Hsüan-sha expressou muito francamente na carta ao seu
antigo Mestre todos os pensamentos do seu eu inferior. Eles eram nenhum. E
Hsüen-fêng ficou bastante feliz com aquilo: “É exatamente assim que eu penso.”
A compreensão vem no silêncio. Ela emerge devido à aceitação
do vazio. Ela vem pelo mergulho no espaço livre que é a ausência de
pensamentos.
Ao estudar e contemplar a Teosofia além das palavras, nós
podemos chegar ao silêncio e ao entendimento corretos. Isso expandirá nossa
consciência. Mas o que é de fato “Teosofia”? Embora a teosofia ou sabedoria
divina transcenda qualquer conjunto de conceitos em particular, os conceitos
universais são um ponto de partida para alcançá-la. A teosofia é a sabedoria
comum e a ética presentes nas diferentes tradições e filosofias. As palavras
desta ou daquela filosofia são apenas “sinais de trânsito” que orientam a
caminhada da percepção direta, e não há por que agarrar-se demasiado a elas. Por
mais úteis que sejam as placas de trânsito, é preciso caminhar.

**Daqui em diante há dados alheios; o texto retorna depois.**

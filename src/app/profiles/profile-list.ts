import { ChangeDetectionStrategy, Component, inject, signal } from '@angular/core';
import { MatButtonModule } from '@angular/material/button';
import { MatDialog } from '@angular/material/dialog';
import { MatIconModule } from '@angular/material/icon';
import { MatSnackBar } from '@angular/material/snack-bar';
import { filter } from 'rxjs';

import type { ProfileDto, ProfileVersionDto } from '@shared/api';
import type { AnalysisProfile } from '@shared/analysis';
import { Session } from '../auth/session';
import { ListFrame } from '../lists/list-frame';
import { searchedList, WordSearch } from '../lists/word-search';
import { ProfileComparison } from './profile-comparison';
import { ProfileDialog, type ProfileDialogData } from './profile-dialog';
import { describeProfile } from '@shared/format/profile-field-labels';
import { ProfilesApi } from './profiles-api';
import { ShownDatePipe } from '../dates/shown-dates';

/** The acceptance profiles with their versions; each version readable as it was; admins add versions. */
@Component({
  selector: 'bk-profile-list',
  imports: [ShownDatePipe, ListFrame, MatButtonModule, MatIconModule, ProfileComparison, WordSearch],
  templateUrl: './profile-list.html',
  styleUrl: './profile-list.scss',
  changeDetection: ChangeDetectionStrategy.OnPush,
})
export class ProfileList {
  private readonly profilesApi = inject(ProfilesApi);
  private readonly dialog = inject(MatDialog);
  private readonly snackBar = inject(MatSnackBar);

  protected readonly isAdmin = inject(Session).hasAnyRole(['admin']);
  /** The profiles, found by their name, description or a version's note. */
  protected readonly list = searchedList(
    () => this.profilesApi.list(),
    (profile) => [profile.name, profile.description, ...profile.versions.map((version) => version.note)],
  );
  /** The version shown in full, per profile id (the latest unless another was picked). */
  private readonly picked = signal<Record<number, number>>({});

  protected shownVersion(profile: ProfileDto): ProfileVersionDto | undefined {
    const id = this.picked()[profile.id] ?? profile.latestVersionId;
    return profile.versions.find((version) => version.id === id);
  }

  protected showVersion(profile: ProfileDto, version: ProfileVersionDto): void {
    this.picked.update((picked) => ({ ...picked, [profile.id]: version.id }));
  }

  protected describe(version: ProfileVersionDto): ReturnType<typeof describeProfile> {
    return describeProfile(version.parameters as AnalysisProfile);
  }

  protected openEditor(profile: ProfileDto | null): void {
    this.dialog
      .open<ProfileDialog, ProfileDialogData, ProfileDto>(ProfileDialog, { data: { profile }, width: '760px', maxWidth: '96vw', autoFocus: 'first-tabbable' })
      .afterClosed()
      .pipe(filter((saved) => saved !== undefined))
      .subscribe((saved) => {
        this.picked.update((picked) => ({ ...picked, [saved.id]: saved.latestVersionId }));
        this.list.retry();
        this.snackBar.open(`${saved.name} version ${saved.versions[0]?.version} saved.`, undefined, { duration: 4000 });
      });
  }
}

A Loja Independente de Teosofistas é um dos esforços que
plantam as sementes dessa consciência universal.
NOTAS:
[1] “The Iron Flute, 100 Zen Koan”,
(“A Flauta de Ferro, 100 Koans Zen”), Traduzido e editado por Nyogen Senzaki e
Ruth Strout McCandless, publicado por
Charles E. Tuttle Co., Rutland, Vermont & Tokyo, Japão, Segunda edição,
1985, 175 pp., veja p. 77.
[2] “Cartas dos Mahatmas Para A.P.
Sinnett”, Ed. Teosófica, Brasília, 2001, edição em dois volumes, ver Carta
20, volume I, p. 134.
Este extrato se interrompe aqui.